======== Entries shown
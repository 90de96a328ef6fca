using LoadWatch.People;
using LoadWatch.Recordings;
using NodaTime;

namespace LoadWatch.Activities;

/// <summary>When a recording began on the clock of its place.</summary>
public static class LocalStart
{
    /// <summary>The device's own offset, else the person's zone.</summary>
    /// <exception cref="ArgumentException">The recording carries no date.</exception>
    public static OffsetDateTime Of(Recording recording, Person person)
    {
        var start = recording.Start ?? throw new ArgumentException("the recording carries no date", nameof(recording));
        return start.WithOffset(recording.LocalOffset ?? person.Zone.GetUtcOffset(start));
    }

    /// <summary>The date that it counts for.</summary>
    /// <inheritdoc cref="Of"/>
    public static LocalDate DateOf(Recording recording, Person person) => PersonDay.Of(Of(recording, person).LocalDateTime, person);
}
================
======== Entries shown
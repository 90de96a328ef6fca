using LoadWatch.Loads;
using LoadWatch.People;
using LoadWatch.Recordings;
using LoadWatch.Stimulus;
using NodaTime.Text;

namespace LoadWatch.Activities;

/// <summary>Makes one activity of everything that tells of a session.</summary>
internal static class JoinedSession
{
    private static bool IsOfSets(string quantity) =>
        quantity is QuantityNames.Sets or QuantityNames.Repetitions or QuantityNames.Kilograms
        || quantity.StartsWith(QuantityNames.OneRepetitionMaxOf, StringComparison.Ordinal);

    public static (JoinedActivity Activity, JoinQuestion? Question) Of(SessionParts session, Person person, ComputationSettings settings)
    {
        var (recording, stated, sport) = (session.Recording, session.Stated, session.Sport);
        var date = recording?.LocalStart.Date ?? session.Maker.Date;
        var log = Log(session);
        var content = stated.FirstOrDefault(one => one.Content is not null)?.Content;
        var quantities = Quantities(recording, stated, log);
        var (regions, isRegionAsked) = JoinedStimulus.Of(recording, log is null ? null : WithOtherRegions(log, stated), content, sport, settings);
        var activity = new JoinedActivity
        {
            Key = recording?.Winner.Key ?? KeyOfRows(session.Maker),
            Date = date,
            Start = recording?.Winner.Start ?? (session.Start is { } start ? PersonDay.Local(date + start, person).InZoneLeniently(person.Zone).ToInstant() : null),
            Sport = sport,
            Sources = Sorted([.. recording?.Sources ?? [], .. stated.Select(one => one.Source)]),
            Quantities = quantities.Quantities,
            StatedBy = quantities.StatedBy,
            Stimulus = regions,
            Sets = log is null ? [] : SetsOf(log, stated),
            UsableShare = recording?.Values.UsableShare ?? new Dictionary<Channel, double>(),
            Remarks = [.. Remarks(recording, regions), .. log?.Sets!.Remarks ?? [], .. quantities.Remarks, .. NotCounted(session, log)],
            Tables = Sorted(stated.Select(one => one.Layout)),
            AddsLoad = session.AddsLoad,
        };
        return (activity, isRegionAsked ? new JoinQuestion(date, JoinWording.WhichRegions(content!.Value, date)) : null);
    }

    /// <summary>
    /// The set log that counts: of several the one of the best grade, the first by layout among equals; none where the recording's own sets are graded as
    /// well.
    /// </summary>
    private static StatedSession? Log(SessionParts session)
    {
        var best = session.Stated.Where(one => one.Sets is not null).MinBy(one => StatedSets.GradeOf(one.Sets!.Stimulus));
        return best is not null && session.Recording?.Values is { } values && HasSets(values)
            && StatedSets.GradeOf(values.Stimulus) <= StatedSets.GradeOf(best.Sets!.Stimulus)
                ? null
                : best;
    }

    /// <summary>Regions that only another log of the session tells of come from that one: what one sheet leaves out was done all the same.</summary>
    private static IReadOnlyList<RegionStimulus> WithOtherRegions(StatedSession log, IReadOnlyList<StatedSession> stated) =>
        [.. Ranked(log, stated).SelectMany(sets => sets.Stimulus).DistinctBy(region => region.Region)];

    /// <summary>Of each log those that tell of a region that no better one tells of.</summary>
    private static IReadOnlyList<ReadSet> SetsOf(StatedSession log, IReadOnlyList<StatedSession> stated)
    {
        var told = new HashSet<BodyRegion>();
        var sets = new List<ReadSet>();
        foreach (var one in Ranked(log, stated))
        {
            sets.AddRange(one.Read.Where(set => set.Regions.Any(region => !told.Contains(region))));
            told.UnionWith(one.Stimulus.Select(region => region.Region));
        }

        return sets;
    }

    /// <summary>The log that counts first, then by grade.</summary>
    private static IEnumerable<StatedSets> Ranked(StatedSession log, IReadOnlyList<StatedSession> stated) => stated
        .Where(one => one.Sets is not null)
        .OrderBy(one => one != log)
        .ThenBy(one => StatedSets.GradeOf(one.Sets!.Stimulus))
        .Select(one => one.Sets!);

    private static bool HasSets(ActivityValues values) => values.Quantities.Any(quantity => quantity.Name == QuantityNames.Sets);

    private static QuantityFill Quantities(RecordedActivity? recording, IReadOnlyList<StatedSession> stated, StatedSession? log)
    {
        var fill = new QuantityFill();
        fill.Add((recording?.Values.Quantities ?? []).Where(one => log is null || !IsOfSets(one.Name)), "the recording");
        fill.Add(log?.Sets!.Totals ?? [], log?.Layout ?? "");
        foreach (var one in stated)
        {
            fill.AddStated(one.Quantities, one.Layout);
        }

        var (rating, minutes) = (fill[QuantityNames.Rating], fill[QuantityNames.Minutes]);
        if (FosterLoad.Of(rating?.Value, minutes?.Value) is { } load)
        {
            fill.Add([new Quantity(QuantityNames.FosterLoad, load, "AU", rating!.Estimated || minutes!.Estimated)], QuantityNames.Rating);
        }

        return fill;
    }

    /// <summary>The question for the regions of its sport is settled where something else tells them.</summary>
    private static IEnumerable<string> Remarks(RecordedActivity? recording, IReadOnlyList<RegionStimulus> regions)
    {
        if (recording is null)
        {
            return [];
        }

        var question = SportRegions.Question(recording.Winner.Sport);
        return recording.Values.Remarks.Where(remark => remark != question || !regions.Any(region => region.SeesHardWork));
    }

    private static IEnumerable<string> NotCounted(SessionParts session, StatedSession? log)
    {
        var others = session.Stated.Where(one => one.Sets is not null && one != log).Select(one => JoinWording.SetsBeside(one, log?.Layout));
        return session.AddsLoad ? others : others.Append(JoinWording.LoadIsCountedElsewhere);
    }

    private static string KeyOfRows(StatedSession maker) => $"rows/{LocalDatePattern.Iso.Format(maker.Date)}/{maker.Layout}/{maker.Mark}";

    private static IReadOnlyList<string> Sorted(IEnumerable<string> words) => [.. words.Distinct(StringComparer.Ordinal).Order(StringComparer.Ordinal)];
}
================
**Task brief:** Search the data above for the word "JoinQuestion", then gather each line in which it appears.

**Exercise answer:**
    public static (JoinedActivity Activity, JoinQuestion? Question) Of(SessionParts session, Person person, ComputationSettings settings)
        return (activity, isRegionAsked ? new JoinQuestion(date, JoinWording.WhichRegions(content!.Value, date)) : null);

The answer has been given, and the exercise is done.